Real security is not really possible anyway - not without profiling, which
people won't accept and not without spending far more resources on security -
and if you are disturbed now, imagine if spending goes up tenfold.

I agree the "threat level" is a joke though.

------
Rhapso
-He called TSA a "make-work" jobs program combined with a feel-good effort "to give us a false sense of security to let us believe the folks in Washington are keeping us safe."-

A reminder. Your safety is all in your head. This kind of procedure and abuse
of procedure exists only so the government can make you feel safer. The only
way to make it better, is for the whole (or at least the majority) of the
American population to stand up and declare that it is not afraid. The fear
surrounding airports is an example of how by declaring our war on Terror, we
have submitted to it.

------
pasbesoin
The pilot has written up his own account, on a bulletin board, which I saw
sometime in the last day or two. I don't recall whether it was posted here.
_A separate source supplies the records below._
static void write_regulators(FILE *o, const kl_feeder *f)
{
    static const char *const conn[] = {"", "wye", "closed-delta", "open-delta"};
    if (f->nregulators)
        fputs("regulators:\n", o);
    for (int i = 0; i < f->nregulators; i++) {
        const kl_regulator *g = &f->regulators[i];
        const char *name[3];
        int open = g->conn == KL_REG_OPEN_DELTA;
        reg_unit_names(g, name);
        fputs("  - name: ", o);
        put_str(o, g->name);
        fprintf(o, "\n    connection: %s\n", conn[g->conn]);
        put_units(o, open ? "units" : "phases", g->phases, name, open);
        fprintf(o, "    control: %s\n    taps: {", g->mode == KL_REG_AUTO ? "automatic" : "fixed");
        const char *sep = "";
        for (int p = 0; p < 3; p++)
            if (g->phases & (1 << p)) {
                fprintf(o, "%s%s: %d", sep, name[p], g->tap[p]);
                sep = ", ";
            }
        fprintf(o, "}\n    steps: %d\n    step: %.17g\n    voltage_level: %.17g V\n"
                "    bandwidth: %.17g V\n", g->steps, g->step_pu, g->voltage_level_v,
                g->bandwidth_v);
        if (g->pt_ratio > 0)
            fprintf(o, "    pt_ratio: %.17g\n", g->pt_ratio);
        if (g->ct_primary_a > 0)
            fprintf(o, "    ct_primary: %.17g A\n", g->ct_primary_a);
        if (g->rated_current_a > 0 && g->rated_current_a != g->ct_primary_a) /* the default: ct_primary */
            fprintf(o, "    rated_current: %.17g A\n", g->rated_current_a);
        if (g->emergency_current_a > 0)
            fprintf(o, "    emergency_current: %.17g A\n", g->emergency_current_a);
        put_per_unit(o, "compensator_r", open ? g->phases : KL_PH_ABC, name, g->ldc_r_v, "V");
        put_per_unit(o, "compensator_x", open ? g->phases : KL_PH_ABC, name, g->ldc_x_v, "V");
        put_units(o, "monitored", g->monitored ? g->monitored : g->phases, name, open);
    }
}

/* connected_kva and fixed_power, when the file gave them; entries rotated
 * as the power's. */
static void write_nameplate(FILE *o, const kl_feeder *f, const kl_load *ld, int r)
{
    const kl_load_nameplate *np = f->load_nameplate ? &f->load_nameplate[ld - f->loads] : NULL;
    if (!np)
        return;
    const char *const *keys = ld->conn == KL_CONN_DELTA ? PH_DELTA : PH;
    if (np->has_kva) {
        const char *sep = "";
        fputs("    connected_kva: {", o);
        for (int q = 0; q < 3; q++) {
            int k = (q - r + 3) % 3;
            if (!(ld->phases & (1 << k)))
                continue;
            fprintf(o, "%s%s: %.17g kVA", sep, keys[q], np->kva[k] / 1e3);
            sep = ", ";
        }
        fputs("}\n", o);
    }
    if (np->fixed_power)
        fputs("    fixed_power: true\n", o);
}
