"""The report's figures: matplotlib (Agg, no pyplot) drawn into inline base64 PNGs."""
from __future__ import annotations

import base64
import io
import math

import numpy as np

from quakefolio.pipeline.report.context import _period_key
from quakefolio.pipeline.report.html import _esc

#: Resolution of the embedded PNG figures [dots per inch].
DPI = 100

# A restrained palette of our own: ink and greys for structure, four muted hues for data.
# A restrained palette of our own: ink and greys for structure, four muted hues for data.
_INK = "#1d2733"
_MUTED = "#5b6675"
_GRID = "#e4e7eb"
_TEAL = "#1f6f78"
_OCHRE = "#b7791f"
_PLUM = "#6a4c7d"
_BRICK = "#9b3b2f"
_OLIVE = "#5f6f2a"
_SERIES = (_TEAL, _OCHRE, _PLUM, _BRICK, _OLIVE)
#: damage-state colours, least to most severe
_STATES = ("#d9b44a", "#c97d2c", "#a8482f", "#4a1f1a", "#7d7d7d", "#2e3a48")


_RC = {
    "font.size": 8.5,
    "axes.titlesize": 9.5,
    "axes.labelsize": 8.5,
    "axes.edgecolor": _MUTED,
    "axes.labelcolor": _INK,
    "axes.titlecolor": _INK,
    "axes.linewidth": 0.7,
    "axes.spines.top": False,
    "axes.spines.right": False,
    "axes.grid": True,
    "axes.axisbelow": True,
    "grid.color": _GRID,
    "grid.linewidth": 0.6,
    "xtick.color": _MUTED,
    "ytick.color": _MUTED,
    "xtick.labelsize": 7.5,
    "ytick.labelsize": 7.5,
    "legend.frameon": False,
    "legend.fontsize": 7.5,
    "lines.linewidth": 1.5,
    "figure.facecolor": "white",
    "savefig.facecolor": "white",
}


def _new_figure(width_in, height_in):
    from matplotlib.figure import Figure

    return Figure(figsize=(width_in, height_in), dpi=DPI, layout="constrained")


def _figure_html(fig, alt, caption):
    """Embed a figure as a base64 PNG with a caption; returns HTML."""
    buf = io.BytesIO()
    fig.savefig(buf, format="png", dpi=DPI, metadata={"Software": None})
    data = base64.b64encode(buf.getvalue()).decode("ascii")
    return (f'<figure><img src="data:image/png;base64,{data}" alt="{_esc(alt)}">'
            f"<figcaption>{_esc(caption)}</figcaption></figure>")


def _money_axis(ax, axis, cur):
    """Axis in millions of the currency, with thousands separators."""
    from matplotlib.ticker import FuncFormatter

    lo, hi = ax.get_ylim() if axis == "y" else ax.get_xlim()
    digits = 0 if max(abs(lo), abs(hi)) >= 1e7 else 1 if max(abs(lo), abs(hi)) >= 1e6 else 2
    fmt = FuncFormatter(lambda v, _pos: f"{v / 1e6:,.{digits}f}")
    (ax.yaxis if axis == "y" else ax.xaxis).set_major_formatter(fmt)
    label = f"loss [million {cur}]"
    (ax.set_ylabel if axis == "y" else ax.set_xlabel)(label)


# --- hazard ----------------------------------------------------------------------------------------

def _positive(y):
    """Rates for a log axis: zero rates are not drawn (NaN), never clipped."""
    return np.where(y > 0, y, np.nan)


def _draw_site_curves(ax, g, stat, fractiles, colour):
    """One site's curve (and fractile band and p50) for one IM; returns (top rate, x min, x max)."""
    top, xmin, xmax = 0.0, np.inf, 0.0
    main = g[g.statistic == stat].sort_values("im_level")
    if len(main):
        y = main.annual_rate.to_numpy(float)
        x = main.im_level.to_numpy(float)
        ax.plot(x, _positive(y), color=colour)
        top, xmin, xmax = float(np.nanmax(y)), x.min(), x.max()
    if len(fractiles) >= 2:
        lo = g[g.statistic == fractiles[0]].sort_values("im_level")
        hi = g[g.statistic == fractiles[-1]].sort_values("im_level")
        if len(lo) and len(lo) == len(hi):
            ax.fill_between(lo.im_level.to_numpy(float), _positive(lo.annual_rate.to_numpy(float)),
                            _positive(hi.annual_rate.to_numpy(float)), color=colour, alpha=0.18, linewidth=0)
    if "p50" in fractiles:
        med = g[g.statistic == "p50"].sort_values("im_level")
        if len(med):
            ax.plot(med.im_level.to_numpy(float), _positive(med.annual_rate.to_numpy(float)), color=colour,
                    linestyle=(0, (4, 2)), linewidth=0.9)
    return top, xmin, xmax


def _decorate_hazard_axis(ax, im, floor, rps, top, xmin, xmax):
    """Log-log axes, the grey band below the rate floor and the return-period lines."""
    from matplotlib.ticker import FuncFormatter, NullLocator

    bottom = floor / 30.0
    ax.set_xscale("log")
    ax.set_yscale("log")
    ax.yaxis.set_minor_locator(NullLocator())  # a decade grid is enough; minor ticks cost time
    ax.xaxis.set_major_formatter(FuncFormatter(lambda v, _pos: f"{v:g}"))
    ax.set_xlim(xmin, xmax)
    ax.set_ylim(bottom, max(top, 1.0 / min(rps) if rps else top) * 2.0)
    ax.axhspan(bottom, floor, color="#9aa3ad", alpha=0.22, linewidth=0, zorder=0)
    ax.text(0.02, floor / math.sqrt(30.0), f"below the rate floor {floor:.0e}/yr: not for design use",
            transform=ax.get_yaxis_transform(), fontsize=7, color=_INK, va="center")
    for t in rps:
        ax.axhline(1.0 / t, color=_INK, linewidth=0.6, linestyle=(0, (1, 2)))
        ax.text(0.995, 1.0 / t, f"{t:,.0f} yr", transform=ax.get_yaxis_transform(), ha="right", va="bottom",
                fontsize=7, color=_INK)
    ax.set_title(im)
    ax.set_xlabel(f"{im} [g]")
    ax.set_ylabel("annual rate of exceedance [1/yr]")


def _hazard_legend(fig, chosen, stat, fractiles):
    from matplotlib.lines import Line2D
    from matplotlib.patches import Patch

    handles = [Line2D([], [], color=_SERIES[k % len(_SERIES)], label=f"{site}" + (f" ({tag})" if tag else ""))
               for k, (site, tag) in enumerate(chosen)]
    handles.append(Line2D([], [], color=_MUTED, label=f"{stat}"))
    if "p50" in fractiles:
        handles.append(Line2D([], [], color=_MUTED, linestyle=(0, (4, 2)), linewidth=0.9, label="p50"))
    if len(fractiles) >= 2:
        handles.append(Patch(color=_MUTED, alpha=0.25, linewidth=0, label=f"{fractiles[0]} to {fractiles[-1]}"))
    fig.legend(handles=handles, loc="outside upper center", ncol=len(handles))


def _hazard_curves_figure(run, curves, stat, fractiles, chosen, ims):
    """Hazard curves of the chosen sites, one panel per IM (log-log).

    Parameters
    ----------
    run : ReportRun
    curves : pandas.DataFrame
        ``site_hazard`` rows (site_id, im, im_level [g], annual_rate [1/yr], statistic).
    stat : str
        The statistic drawn as the main curve.
    fractiles : list of str
        Fractile statistics in increasing order (band from first to last; p50 dashed).
    chosen : list of (site_id, tag)
    ims : list of str

    Returns
    -------
    matplotlib.figure.Figure
    """
    floor = float(run.section("hazard").get("rate_floor", 1e-6))
    rps = sorted(float(t) for t in run.section("hazard").get("return_periods_yr") or [])
    n = len(ims)
    ncols = 2 if n > 1 else 1
    nrows = math.ceil(n / ncols)
    fig = _new_figure(9.6 if ncols == 2 else 6.2, 3.3 * nrows + 0.3)
    axes = fig.subplots(nrows, ncols, squeeze=False).ravel()
    for ax in axes[n:]:
        ax.set_visible(False)
    for ax, im in zip(axes, ims):
        top, xmin, xmax = 0.0, np.inf, 0.0
        for k, (site, _tag) in enumerate(chosen):
            g = curves[(curves.site_id == site) & (curves.im == im)]
            t, lo, hi = _draw_site_curves(ax, g, stat, fractiles, _SERIES[k % len(_SERIES)])
            top, xmin, xmax = max(top, t), min(xmin, lo), max(xmax, hi)
        if not np.isfinite(xmin):
            ax.set_visible(False)
            continue
        _decorate_hazard_axis(ax, im, floor, rps, top, xmin, xmax)
    _hazard_legend(fig, chosen, stat, fractiles)
    return fig


#: From this many computed periods on, a spectrum's markers are joined by a faint line (dense enough to read
#: as a curve); below it they stand alone: the spectrum between computed periods is not known.
UHS_DENSE_PERIODS = 8


def uhs_style(n_periods):
    """Plot options of a uniform-hazard spectrum: markers at the computed periods, a faint line only if dense.

    Parameters
    ----------
    n_periods : int
        Periods at which the spectrum was computed.

    Returns
    -------
    dict
        Keyword arguments of ``Axes.plot``: markers without a line below :data:`UHS_DENSE_PERIODS`
        periods, markers joined by a thin line from there on.
    """
    if n_periods >= UHS_DENSE_PERIODS:
        return {"marker": "o", "markersize": 4, "linewidth": 0.6, "alpha": 0.9}
    return {"marker": "o", "markersize": 5, "linestyle": "none"}


def _uhs_figure(run, uhs, stat, chosen):
    """Uniform-hazard spectra of the chosen sites, one panel per site: the computed periods as markers."""
    from matplotlib.ticker import FuncFormatter

    rps = sorted(set(uhs.return_period_yr))
    n = len(chosen)
    fig = _new_figure(min(3.4 * n + 0.6, 10.2), 3.1)
    axes = fig.subplots(1, n, squeeze=False, sharey=True).ravel()
    shades = ["#9cc5c9", "#5e9ea5", _TEAL, "#123f45", "#0a2326"]
    for ax, (site, tag) in zip(axes, chosen):
        g = uhs[(uhs.site_id == site) & (uhs.statistic == stat)].copy()
        g["period"] = g.im.map(_period_key)
        for k, rp in enumerate(rps):
            r = g[g.return_period_yr == rp].sort_values("period")
            colour = shades[min(k, len(shades) - 1)] if len(rps) <= len(shades) else None
            ax.plot(r.period, r.im_level, color=colour, label=f"{rp:,.0f} yr", **uhs_style(len(r)))
        ax.set_xscale("log")
        ax.xaxis.set_major_formatter(FuncFormatter(lambda v, _pos: f"{v:g}"))
        ax.set_xlabel("oscillator period [s] (PGA at 0.01 s)")
        ax.set_title(f"{site}" + (f" ({tag} hazard)" if tag else ""))
        ax.set_ylim(bottom=0)
    axes[0].set_ylabel(f"uniform-hazard IM, {stat} [g]")
    axes[-1].legend(title="return period", title_fontsize=7.5)
    return fig


def _bin_label(lo, hi, digits):
    if not np.isfinite(lo):
        return f"< {hi:.{digits}f}"
    if not np.isfinite(hi):
        return f"> {lo:.{digits}f}"
    return f"{lo:.{digits}f}–{hi:.{digits}f}"


def _disagg_figure(d, every):
    """Marginal shares of one disaggregation; ``every``: the rows whose bins define the axes."""
    fig = _new_figure(9.6, 2.9)
    axes = fig.subplots(1, 3)
    spec = (("mag_lo", "mag_hi", 1, "magnitude Mw", _TEAL),
            ("dist_lo_km", "dist_hi_km", 0, "distance Rrup [km]", _OCHRE),
            ("eps_lo", "eps_hi", 1, "epsilon [-]", _PLUM))
    for ax, (lo, hi, digits, label, colour) in zip(axes, spec):
        bins = every[[lo, hi]].drop_duplicates().sort_values(lo)
        m = bins.merge(d.groupby([lo, hi]).share.sum().reset_index(), on=[lo, hi], how="left").fillna({"share": 0.0})
        labels = [_bin_label(a, b, digits) for a, b in zip(m[lo], m[hi])]
        ax.bar(range(len(m)), 100 * m.share.to_numpy(float), color=colour, width=0.8)
        ax.set_xticks(range(len(m)), labels, rotation=45, ha="right", rotation_mode="anchor")
        ax.set_xlabel(label)
        ax.grid(axis="x", visible=False)
    axes[0].set_ylabel("share of exceedance rate [%]")
    return fig


# --- fragility ---------------------------------------------------------------------------------------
Ah, someone did provide a link to that -- in the 50th comment:

[http://www.flyertalk.com/forum/travel-safety-
security/113715...](http://www.flyertalk.com/forum/travel-safety-
security/1137159-today-day-michael-roberts-expressjet-story.html)

From recollection and skimming the parent's posted article, I think the latter
mis-characterizes his attitude a bit, particularly via the quotes cited from
another pilot.

Aways into his recounting, Roberts mentions to one of the people he's dealing
with that he's actually taught the TSA mandated security portion of his
airline's training program.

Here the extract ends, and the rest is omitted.